*** Opening TASK MATERIAL ***
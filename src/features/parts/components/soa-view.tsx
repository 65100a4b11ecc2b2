import { useMemo } from 'react';
import { StyleSheet, View } from 'react-native';

import { InlineAlert, Text, useIsWide } from '@/components/ui';
import { partSoaChart } from '@/charts/soa-boundaries';
import { SoaChart } from '@/charts/soa-chart';
import { spacing } from '@/constants/theme';
import { FactGrid } from '@/features/studies/components/fact-grid';
import type { Fact } from '@/features/studies/document-facts';
import { formatQuantity } from '@/features/studies/quantity-format';

import { formatPercent, formatPulse, formatTime, KIND_LABEL } from '../part-format';
import type { DeratingJson, SoaJson } from '../types';
import { ValueTable } from './value-table';

const deratingText = (d: DeratingJson) =>
  d.kind === 'linear' ? `${formatPercent(d.fractionPerK)} per K above 25\u00a0°C` : `${d.points.length} points from ${formatQuantity(d.points[0]?.caseC ?? 25, '°C')}`;

function linearModeText(soa: SoaJson): string {
  if (!soa.linearMode) return 'No linear-mode rating';
  if (soa.linearMode.dcRated) return 'DC SOA rated in linear mode';
  const longest = soa.linearMode.longestRatedPulseS;
  return `DC not rated in linear mode${longest ? `; pulses rated up to ${formatTime(longest)}` : ''}`;
}

function soaFacts(soa: SoaJson): Fact[] {
  const facts: Fact[] = [
    { label: 'Given as', value: soa.kind === 'parameters' ? 'Parameters' : `Datasheet curves (${soa.curves.length})` },
    { label: 'Transistor', value: KIND_LABEL[soa.transistor] },
    { label: 'Tj,max of the thermal line', value: formatQuantity(soa.tjMaxC, '°C') },
    { label: 'Zθjc for pulses', value: soa.zthJc ? `${soa.zthJc.length} Foster terms` : soa.kind === 'parameters' ? 'None: pulses count as DC' : 'From the curves' },
  ];
  if (soa.kind === 'parameters') {
    facts.push(
      { label: 'Ic,max', value: formatQuantity(soa.icMaxA, 'A') },
      { label: 'Peak pulse current', value: soa.icPulseMaxA ? formatQuantity(soa.icPulseMaxA, 'A') : '—' },
      { label: 'Vceo', value: formatQuantity(soa.vceoV, 'V') },
      { label: 'Rθjc of the thermal line', value: formatQuantity(soa.rthJcKPerW, 'K/W') },
    );
    const sb = soa.secondBreakdown;
    facts.push({
      label: 'Second breakdown',
      value: sb ? `${formatQuantity(sb.referenceIcA, 'A')} at ${formatQuantity(sb.referenceVceV, 'V')}, exponent ${sb.exponent}` : '—',
    });
    if (sb) facts.push({ label: 'Second-breakdown derating', value: deratingText(sb.derating) });
  } else if (soa.secondBreakdownDerating) {
    facts.push({ label: 'Second-breakdown derating', value: deratingText(soa.secondBreakdownDerating) });
  }
  if (soa.transistor === 'mosfet') facts.push({ label: 'Linear mode', value: linearModeText(soa) });
  return facts;
}

export type SoaViewProps = { soa: SoaJson };

/** The SOA model's values and its boundary chart at 25 °C and derated at 100 °C, with pulses. */
export function SoaView({ soa }: SoaViewProps) {
  const wide = useIsWide();
  const chart = useMemo(() => partSoaChart(soa), [soa]);
  const unrated = soa.transistor === 'mosfet' && !soa.linearMode?.dcRated;
  return (
    <View style={styles.view}>
      <FactGrid facts={soaFacts(soa)} />
      {unrated ? (
        <InlineAlert
          tone="info"
          message="The DC SOA of this MOSFET is not rated in linear mode, where hot spots can run away below the thermal line: a study warns whenever it works at DC."
        />
      ) : null}
      {chart.error !== null ? (
        <InlineAlert message={`The SOA chart cannot be drawn: ${chart.error}`} />
      ) : (
        <SoaChart
          boundaries={chart.boundaries}
          label={`Safe operating area, Ic against Vce: ${chart.boundaries.map((b) => b.label).join('; ')}`}
          height={wide ? 340 : 300}
        />
      )}
      {soa.kind === 'points' ? (
        <ValueTable
          label="Datasheet SOA curves"
          columns={['', 'Pulse', 'Points', 'Vce up to']}
          rows={soa.curves.map((c, i) => [String(i + 1), formatPulse(c.pulseS), String(c.points.length), formatQuantity(c.points[c.points.length - 1]?.vceV ?? 0, 'V')])}
        />
      ) : null}
      <Text variant="caption" tone="faint">
        Each segment is named by the limit that sets it. Derated lines follow Tj,max − Tc; a study checks every operating point at its own case temperature.
      </Text>
    </View>
  );
}

const styles = StyleSheet.create({
  view: { gap: spacing.md },
});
*** Closing TASK MATERIAL ***
● EXERCISE DESCRIPTION: Find how many lines in the entries include the string "linearModeText", and state only the number.

● RESULT FOR THIS TASK: 2